K-nearest neighbors (k-NN) is a simple yet often powerful classification / prediction method. The basic idea, for predicting a new observation, is to find the k most similar observations in terms of the predictor (X) values, and then let those k neighbors vote to determine the predicted class membership (or take their Y average to predict their numerical outcome). Since this is such an intuitive method, I thought it would be useful to discuss two improvements that have been suggested by data miners. Both use weighting, but in different ways.
One intuitive improvement is to weight the neighbors by their proximity to the observation of interest. In other words, rather than giving each neighbor equal importance in the vote (or average), closer neighbors have higher impact on the prediction.

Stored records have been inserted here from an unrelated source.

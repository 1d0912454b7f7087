import { createHash } from 'node:crypto';
import { stationCsvBytes } from '@fixtures/stations/station-csv';
import { KESTREL_FEN_TIMING, STATION_PAIR_SEED, StationPairOptions, stationRecord } from '@fixtures/stations/station-pair';
import { AnalysisRequestError } from '../../node/analysis-errors';
import { LogSource } from '../../node/log-source';
import { Station } from '../station-columns';
import { memorySource, pairSources } from './testing/pair-sources';
import { analyseStationPair } from './analyse-station-pair';

// The engine's entry for two station logs: the verdict rules of a pair (a shift found is INVALID
// with its sentence, a stated offset is applied and shown, the timing is reported), and what the
// result says of each file.

const ROUNDS = 12_000;
const PROFILE = { criterion: 'observed', minTestRounds: 500 };
const SEED = '3c'.repeat(32);

const generated = (options: StationPairOptions) => ({ A: stationRecord('A', options, STATION_PAIR_SEED), B: stationRecord('B', options, STATION_PAIR_SEED) });
const sha256 = (bytes: Uint8Array) => createHash('sha256').update(bytes).digest('hex');

describe('analyseStationPair', () => {
  it('judges an aligned pair and reports both files, the join, the alignment and the timing', async () => {
    const bytes = { A: stationCsvBytes('A', generated({ rounds: ROUNDS }).A), B: stationCsvBytes('B', generated({ rounds: ROUNDS }).B, { gzip: true }) };
    const result = await analyseStationPair(memorySource(bytes.A), memorySource(bytes.B), { profile: PROFILE, seed: SEED, geometry: KESTREL_FEN_TIMING.geometry });
    // The device's S is 2√2 · 0.97 = 2.744, a win fraction near 0.843, above 0.853553 − 0.03.
    expect(result.verdict).toBe('ACCEPT');
    expect(result.missingRounds).toMatchObject({ firstRound: 0, lastRound: ROUNDS - 1, missing: 0 });
    expect(result.stations?.files).toEqual([
      {
        station: 'A',
        sha256: sha256(bytes.A),
        bytes: bytes.A.length,
        compression: 'none',
        records: ROUNDS,
        rounds: ROUNDS,
        firstRound: 0,
        lastRound: ROUNDS - 1,
        hasTimes: true,
        problemCount: 0,
      },
      {
        station: 'B',
        sha256: sha256(bytes.B),
        bytes: bytes.B.length,
        compression: 'gzip',
        records: ROUNDS,
        rounds: ROUNDS,
        firstRound: 0,
        lastRound: ROUNDS - 1,
        hasTimes: true,
        problemCount: 0,
      },
    ]);
    expect(result.input).toMatchObject({
      sha256: sha256(Buffer.from(`${sha256(bytes.A)}\n${sha256(bytes.B)}\n`)),
      bytes: bytes.A.length + bytes.B.length,
      rounds: ROUNDS,
      compression: 'gzip',
    });
    expect(result.stations?.join).toMatchObject({ joinedRounds: ROUNDS, missing: 0, statedOffset: null });
    expect(result.stations?.alignment).toMatchObject({ centre: 0, shifted: false, roundsRead: ROUNDS });
    expect(result.stations?.alignment?.series).toHaveLength(33);
    expect(result.stations?.alignment?.sentence).toMatch(/^No offset from −16 to \+16 fits clearly better than zero: S = 2\.7\d at zero/);
    expect(result.stations?.timing).toMatchObject({ timedRounds: ROUNDS, notSpaceLike: 0 });
  });

  it.each([3, -5])('refuses a pair whose B record is shifted by %i rounds, naming the shift, never realigning it', async (shift) => {
    const logs = pairSources(generated({ rounds: ROUNDS, shiftB: shift }));
    const result = await analyseStationPair(logs.A, logs.B, { profile: PROFILE, seed: SEED });
    expect(result.verdict).toBe('INVALID');
    expect(result.reasons).toEqual([expect.stringMatching(new RegExp(`^Station B's record runs ${Math.abs(shift)} rounds ${shift > 0 ? 'ahead of' : 'behind'} station A's`))]);
    expect(result.reasons).toEqual([result.stations?.alignment?.sentence]);
    expect(result).toMatchObject({ chsh: null, counts: null, errors: [], errorCount: 0, stations: { alignment: { shifted: true, bestOffset: shift } } });
  });

  it('applies a stated offset as given, shows it with its reason, and judges the pair so joined', async () => {
    const logs = pairSources(generated({ rounds: ROUNDS, shiftB: -4 }));
    const statedOffset = { rounds: -4, reason: "station B's counter was started four triggers late" };
    const result = await analyseStationPair(logs.A, logs.B, { profile: PROFILE, seed: SEED, statedOffset });
    expect(result.verdict).toBe('ACCEPT');
    expect(result.stations?.join).toMatchObject({ statedOffset, joinedRounds: ROUNDS - 4, stationB: { lacking: 4, firstLacking: [0, 1, 2, 3] } });
    expect(result.stations?.alignment).toMatchObject({ centre: -4, shifted: false });
    // A's first four rounds have no B round: missing, the span still A's 0 … ROUNDS − 1.
    expect(result.missingRounds).toMatchObject({ firstRound: 0, lastRound: ROUNDS - 1, missing: 4 });
  });

  it('reports no timing without the geometry, nor when a log has no times', async () => {
    const untimed = { A: memorySource(stationCsvBytes('A', generated({ rounds: 3000 }).A, { times: false })), B: pairSources(generated({ rounds: 3000 })).B };
    const withoutTimes = await analyseStationPair(untimed.A, untimed.B, { profile: PROFILE, seed: SEED, geometry: KESTREL_FEN_TIMING.geometry });
    expect(withoutTimes.stations?.timing).toBeNull();
    expect(withoutTimes.stations?.files.map((file) => file.hasTimes)).toEqual([false, true]);
    const logs = pairSources(generated({ rounds: 3000 }));
    expect((await analyseStationPair(logs.A, logs.B, { profile: PROFILE, seed: SEED })).stations?.timing).toBeNull();
  });

  it('is INVALID when a station log has a bad row, naming the station', async () => {
    const good = stationCsvBytes('B', generated({ rounds: 3000 }).B);
    const bad = new TextEncoder().encode('round,x,a\n0,0,1\n1,7,0\n2,1,1\n');
    const result = await analyseStationPair(memorySource(bad), memorySource(good), { profile: PROFILE, seed: SEED });
    expect(result.verdict).toBe('INVALID');
    expect(result.errors.map(({ line, column, value }) => ({ line, column, value }))).toEqual([{ line: 3, column: 'x', value: '7' }]);
    expect(result.errors[0].message).toMatch(/^station A's log: /);
    expect(result.reasons[0]).toMatch(/^The log has a problem\. The first is on line 3: station A's log: /);
    expect(result.stations).toMatchObject({
      join: null,
      alignment: null,
      files: [
        { station: 'A', problemCount: 1 },
        { station: 'B', problemCount: 0 },
      ],
    });
  });

  it('refuses a profile that takes the test rounds from the log, a stated offset without a reason and a geometry out of range', async () => {
    const logs: Record<Station, LogSource> = pairSources(generated({ rounds: 100 }));
    await expect(analyseStationPair(logs.A, logs.B, { profile: { testSelection: { mode: 'from-log' } } })).rejects.toThrow(/station logs carry no test marks/);
    await expect(analyseStationPair(logs.A, logs.B, { statedOffset: { rounds: 2, reason: ' ' } })).rejects.toThrow(AnalysisRequestError);
    await expect(analyseStationPair(logs.A, logs.B, { geometry: { stationDistanceM: -1, clockOffsetNs: 0, clockUncertaintyNs: 0 } })).rejects.toThrow(/stationDistanceM/);
  });
});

A second way to use weighting to improve the predictive performance of k-NN is related to predictors: In ordinary k-NN predictors are typically brought to the same scale by normalization, and then treated equally for the purpose of determining proximities of observations. An improvement is therefore to weight the predictors according to their predictive power, such that higher importance is given to more informative predictors. The question is how to assign the weights, or in other words, how to assign predictive power scores to the different predictors. There are a variety of papers out there suggesting different methods. The main approach is to use a different classification/prediction method that yield predictor importance measures (e.g., logistic regression), and then to use those measures in constructing the predictor weights within k-NN.